Queen consort of Italy
- Tenure: 932 - 937
- Born: Maria c. 890 Rome, Papal States
- Died: 937 (aged 46–47) Rome, Papal States
- Spouse: Alberic I of Spoleto Guy, Margrave of Tuscany Hugh of Italy
- Issue: by Alberic I Pope John XI Alberic II of Spoleto Constantine Sergius David Berta Theodora (?)
- Father: Theophylact I, Count of Tusculum
- Mother: Theodora

= Marozia =

Italian queen

Marozia, born Maria and also known as Mariuccia or Mariozza (c. 890 – 937), was a Roman noblewoman who was the alleged mistress of Pope Sergius III and was given the unprecedented titles senatrix ("senatoress") and patricia of Rome by Pope John X.

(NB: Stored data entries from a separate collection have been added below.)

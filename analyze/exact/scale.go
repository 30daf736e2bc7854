package exact

import (
	"math"
	"math/big"
	"slices"
)

// intEntry is an entry g + s·c with integers; nil stands for zero.
type intEntry struct {
	col  int
	g, c *big.Int
}

// intPencil is a pencil scaled to integers: row i was multiplied by
// rowScale[i], column j by colScale[j], and s replaced by s'·10^exponent.
type intPencil struct {
	rows               [][]intEntry
	rowScale, colScale []tenfold
	exponent           int
}

// tenfold is the rational number num/den·2^two·5^five. Numbers of networks
// are mostly short decimals; in this form scaling them is arithmetic on short
// integers. Either num and den are short, with long nil, or long holds num/den.
type tenfold struct {
	num, den  int64
	two, five int
	long      *big.Rat
}

// shortLimit bounds the short numerators and denominators, so that a product
// of two of them fits an int64.
const shortLimit = 1 << 31

// newTenfold splits a nonzero number.
func newTenfold(r *big.Rat) tenfold {
	num, den := r.Num(), r.Denom()
	if !num.IsInt64() || !den.IsInt64() || num.Int64() == math.MinInt64 {
		return longTenfold(r)
	}
	a, two, five := splitTens(num.Int64())
	b, dTwo, dFive := splitTens(den.Int64())
	return tenfold{num: a, den: b, two: two - dTwo, five: five - dFive}
}

// splitTens removes the factors 2 and 5 from v ≠ 0.
func splitTens(v int64) (rest int64, two, five int) {
	for v&1 == 0 {
		v >>= 1
		two++
	}
	for v%5 == 0 {
		v /= 5
		five++
	}
	return v, two, five
}

// longTenfold is newTenfold for long numbers. Powers of 5 are looked for only
// as far as denominators of decimals have them.
func longTenfold(r *big.Rat) tenfold {
	var t tenfold
	num, den := new(big.Int).Set(r.Num()), new(big.Int).Set(r.Denom())
	n2, d2 := num.TrailingZeroBits(), den.TrailingZeroBits()
	num.Rsh(num, n2)
	den.Rsh(den, d2)
	t.two = int(n2) - int(d2)
	t.five = removeFives(num) - removeFives(den)
	t.long = new(big.Rat).SetFrac(num, den)
	return t
}

var bigFive = big.NewInt(5)

// removeFives divides x by the powers of 5 in it and returns how many.
func removeFives(x *big.Int) int {
	count := 0
	var q, r big.Int
	for _, power := range []int{13, 1} {
		step := new(big.Int).Exp(bigFive, big.NewInt(int64(power)), nil)
		for q.QuoRem(x, step, &r); r.Sign() == 0; q.QuoRem(x, step, &r) {
			x.Set(&q)
			count += power
		}
	}
	return count
}

// rat returns the number.
func (t tenfold) rat() *big.Rat {
	r := t.long
	if r == nil {
		r = big.NewRat(t.num, t.den)
	}
	num, den := new(big.Int).Set(r.Num()), new(big.Int).Set(r.Denom())
	shiftTens(num, max(t.two, 0), max(t.five, 0))
	shiftTens(den, max(-t.two, 0), max(-t.five, 0))
	return new(big.Rat).SetFrac(num, den)
}

// shiftTens multiplies x by 2^two·5^five.
func shiftTens(x *big.Int, two, five int) {
	if five > 0 {
		x.Mul(x, new(big.Int).Exp(bigFive, big.NewInt(int64(five)), nil))
	}
	x.Lsh(x, uint(two))
}

// log returns log2 of the absolute value.
func (t tenfold) log() float64 {
	const log2Of5 = 2.321928094887362
	l := float64(t.two) + log2Of5*float64(t.five)
	if t.long != nil {
		return l + log2Int(t.long.Num()) - log2Int(t.long.Denom())
	}
	return l + math.Log2(math.Abs(float64(t.num))/float64(t.den))
}

// scaleEntry is one number of the pencil on its way to an integer.
type scaleEntry struct {
	row, col int
	reactive bool // of C
	log      float64
	tenfold
}

// scaled returns the integer form of p with small numbers, in a unit of time
// that is chosen for it.
func (p *Pencil) scaled() *intPencil { return p.toIntegers(true) }

// toIntegers is scaled with or without another unit of time.
func (p *Pencil) toIntegers(chooseTime bool) *intPencil {
	n := p.Size()
	count := 0
	for _, r := range p.rows {
		count += 2 * len(r)
	}
	list := make([]scaleEntry, 0, count)
	for i, r := range p.rows {
		for k := range r {
			e := &r[k]
			if e.G.Sign() != 0 {
				list = append(list, scaleEntry{row: i, col: e.Col, tenfold: newTenfold(e.G)})
			}
			if e.C.Sign() != 0 {
				list = append(list, scaleEntry{row: i, col: e.Col, reactive: true, tenfold: newTenfold(e.C)})
			}
		}
	}
	for i := range list {
		list[i].log = list[i].tenfold.log()
	}
	q := &intPencil{}
	if chooseTime {
		q.exponent = timeScale(list, n)
	}
	for i := range list {
		if list[i].reactive {
			list[i].two += q.exponent
			list[i].five += q.exponent
		}
	}
	row := func(e *scaleEntry) int { return e.row }
	col := func(e *scaleEntry) int { return e.col }
	q.rowScale = clearLines(list, n, row)
	q.colScale = clearLines(list, n, col)
	q.rows = integerRows(list, n)
	return q
}

// clearLines multiplies every row (or column, as line tells) by the positive
// number that makes its entries integers without common factor, and returns
// these numbers.
func clearLines(list []scaleEntry, n int, line func(*scaleEntry) int) []tenfold {
	scale := make([]tenfold, n)
	for i := range scale {
		scale[i] = tenfold{num: 0, den: 1, two: math.MaxInt, five: math.MaxInt}
	}
	// Short arithmetic first: the common denominator in den, then the common
	// factor of the numerators in num; 0 marks a line that needs long numbers.
	for i := range list {
		e, s := &list[i], &scale[line(&list[i])]
		s.two, s.five = min(s.two, e.two), min(s.five, e.five)
		if e.long != nil || s.den == 0 {
			s.den = 0
			continue
		}
		s.den = lcmShort(s.den, e.den)
	}
	for i := range list {
		e, s := &list[i], &scale[line(&list[i])]
		if s.den == 0 {
			continue
		}
		if v, ok := mulShort(e.num, s.den/e.den); ok {
			s.num = gcdShort(s.num, v)
		} else {
			s.den = 0
		}
	}
	long := map[int]bool{}
	for i := range scale {
		s := &scale[i]
		switch {
		case s.two == math.MaxInt: // empty
			*s = tenfold{num: 1, den: 1}
		case s.den == 0:
			long[i] = true
			s.two, s.five = -s.two, -s.five
		default:
			*s = tenfold{num: s.den, den: s.num, two: -s.two, five: -s.five}
		}
	}
	if len(long) > 0 {
		longLines(list, scale, long, line)
	}
	for i := range list {
		e, s := &list[i], &scale[line(&list[i])]
		e.two, e.five = e.two+s.two, e.five+s.five
		if s.long == nil {
			e.num, e.den = e.num*(s.num/e.den)/s.den, 1
		}
	}
	return scale
}

// longLines finds the scale of the marked lines with long integers and
// applies it to the numerators and denominators of their entries.
func longLines(list []scaleEntry, scale []tenfold, long map[int]bool, line func(*scaleEntry) int) {
	lcm, gcd := map[int]*big.Int{}, map[int]*big.Int{}
	for i := range long {
		lcm[i], gcd[i] = big.NewInt(1), new(big.Int)
	}
	for i := range list {
		e := &list[i]
		l := line(e)
		if !long[l] {
			continue
		}
		if e.long == nil {
			e.long = big.NewRat(e.num, e.den)
		}
		lcmInto(lcm[l], e.long.Denom())
	}
	for i := range list {
		if l := line(&list[i]); long[l] {
			e := &list[i]
			e.long = new(big.Rat).SetInt(overDenominator(e.long, lcm[l]))
			gcdInto(gcd[l], e.long.Num())
		}
	}
	for i := range list {
		if l := line(&list[i]); long[l] {
			e := &list[i]
			e.long.SetInt(new(big.Int).Quo(e.long.Num(), gcd[l]))
		}
	}
	for i := range long {
		scale[i].long = new(big.Rat).SetFrac(lcm[i], gcd[i])
	}
}

// lcmShort returns the least common multiple, 0 if it is not short.
func lcmShort(a, b int64) int64 {
	if b == 1 || a == b {
		return a
	}
	v, ok := mulShort(a/gcdShort(a, b), b)
	if !ok {
		return 0
	}
	return v
}

// gcdShort returns gcd(|a|, |b|).
func gcdShort(a, b int64) int64 {
	if a < 0 {
		a = -a
	}
	if b < 0 {
		b = -b
	}
	for b != 0 {
		a, b = b, a%b
	}
	return a
}

// mulShort returns a·b and whether it stayed short.
func mulShort(a, b int64) (int64, bool) {
	if max(a, -a) >= shortLimit || max(b, -b) >= shortLimit {
		return 0, false
	}
	v := a * b
	return v, max(v, -v) < shortLimit
}

// integerRows makes the rows of the integer pencil from numbers that have
// become integers.
func integerRows(list []scaleEntry, n int) [][]intEntry {
	rows := make([][]intEntry, n)
	ints := make([]big.Int, len(list))
	entries := make([]intEntry, 0, len(list))
	for i := 0; i < len(list); {
		row, start := list[i].row, len(entries)
		for ; i < len(list) && list[i].row == row; i++ {
			e, v := &list[i], &ints[i]
			e.setInt(v)
			if k := len(entries); k == start || entries[k-1].col != e.col {
				entries = append(entries, intEntry{col: e.col})
			}
			if e.reactive {
				entries[len(entries)-1].c = v
			} else {
				entries[len(entries)-1].g = v
			}
		}
		rows[row] = slices.Clip(entries[start:])
	}
	return rows
}

// setInt sets v to a number that is an integer.
func (t *tenfold) setInt(v *big.Int) {
	if t.long != nil {
		v.Set(t.long.Num())
		shiftTens(v, t.two, t.five)
		return
	}
	// 31 bits, times 5¹⁰ of 24 bits, times 2⁷.
	x, two, five := t.num, t.two, t.five
	if five <= 10 {
		for ; five > 0; five-- {
			x *= 5
		}
	}
	if two <= 7 {
		x, two = x<<two, 0
	}
	v.SetInt64(x)
	if two > 0 || five > 0 {
		shiftTens(v, two, five)
	}
}

// overDenominator returns r·den, nil for zero; den is a multiple of r's
// denominator.
func overDenominator(r *big.Rat, den *big.Int) *big.Int {
	if r.Sign() == 0 {
		return nil
	}
	v := new(big.Int).Set(den)
	if !isOne(r.Denom()) {
		v.Quo(v, r.Denom())
	}
	return v.Mul(v, r.Num())
}

// lcmInto sets a to the least common multiple of a and b.
func lcmInto(a, b *big.Int) {
	if isOne(b) || a.Cmp(b) == 0 {
		return
	}
	var g big.Int
	g.GCD(nil, nil, a, b)
	if g.Cmp(b) != 0 {
		a.Mul(a, g.Quo(b, &g))
	}
}

// gcdInto sets a to gcd(a, |b|); nil is zero.
func gcdInto(a, b *big.Int) {
	if b == nil || isOne(a) {
		return
	}
	if a.Sign() == 0 {
		a.Abs(b)
		return
	}
	var t big.Int
	a.GCD(nil, nil, a, t.Abs(b))
}

// powerOfTen returns 10^e.
func powerOfTen(e int) *big.Rat {
	x := new(big.Int).Exp(big.NewInt(10), big.NewInt(int64(max(e, -e))), nil)
	if e < 0 {
		return new(big.Rat).SetFrac(bigOne, x)
	}
	return new(big.Rat).SetInt(x)
}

[The] influence of two sister prostitutes, Marozia and Theodora (Note: Here Gibbon confused Marozia's mother, Theodora with her sister, Theodora II.) was founded on their wealth and beauty, their political and amorous intrigues: the most strenuous of their lovers were rewarded with the Roman tiara, and their reign may have suggested to darker ages the fable of a female pope. The bastard son, two grandsons, two great grandsons, and one great great grandson of Marozia—a rare genealogy—were seated in the Chair of St. Peter.
— Edward Gibbon

Pope John XIII was her nephew, the offspring of her younger sister Theodora. From this description, the term "pornocracy" has become associated with the effective rule in Rome of Theodora and her daughter Marozia through male surrogates.

==Early life==
Marozia was born about 890. She was the daughter of the Roman consul Theophylact, Count of Tusculum, and of Theodora, the real power in Rome, whom bishop Liutprand of Cremona characterized as a "shameless whore... [who] exercised power on the Roman citizenry like a man."

At the age of fifteen, Marozia became the mistress of Theophylact's cousin Pope Sergius III, whom she knew when he was bishop of Portus. The two had a son, John (the later Pope John XI). That, at least, is the story found in two contemporary sources, the Liber Pontificalis and the Antapodosis sive Res per Europam gestae (958–62), by Liutprand of Cremona (c. 920–72). But a third contemporary source, the annalist Flodoard (c. 894–966), says John XI was brother of Alberic II, the latter being the offspring of Marozia and her husband Alberic I. Hence John too may have been the son of Marozia and Alberic I.

Marozia married Alberic I, duke of Spoleto, in 909, and their son Alberic II was born in 911 or 912. By the time Alberic I was killed at Orte in 924, the Roman landowners had won complete victory over the traditional bureaucracy represented by the papal curia. Rome was virtually under secular control, referred to as the historic nadir of the papacy by historian Will Durant.

==Guy of Tuscany==
In order to counter the influence of Pope John X (whom the hostile chronicler Liutprand of Cremona alleges was another of her lovers), Marozia subsequently married his opponent Guy of Tuscany. Together they attacked Rome, arrested Pope John X in the Lateran, and jailed him in the Castel Sant'Angelo. Either Guy had him smothered with a pillow in 928 or he simply died, perhaps from neglect or ill treatment. Marozia seized power in Rome in a coup d'état. The following popes, Leo VI and Stephen VII, were both her puppets. In 931 she managed to impose her twenty-one-year-old son as pontiff, under the name of John XI.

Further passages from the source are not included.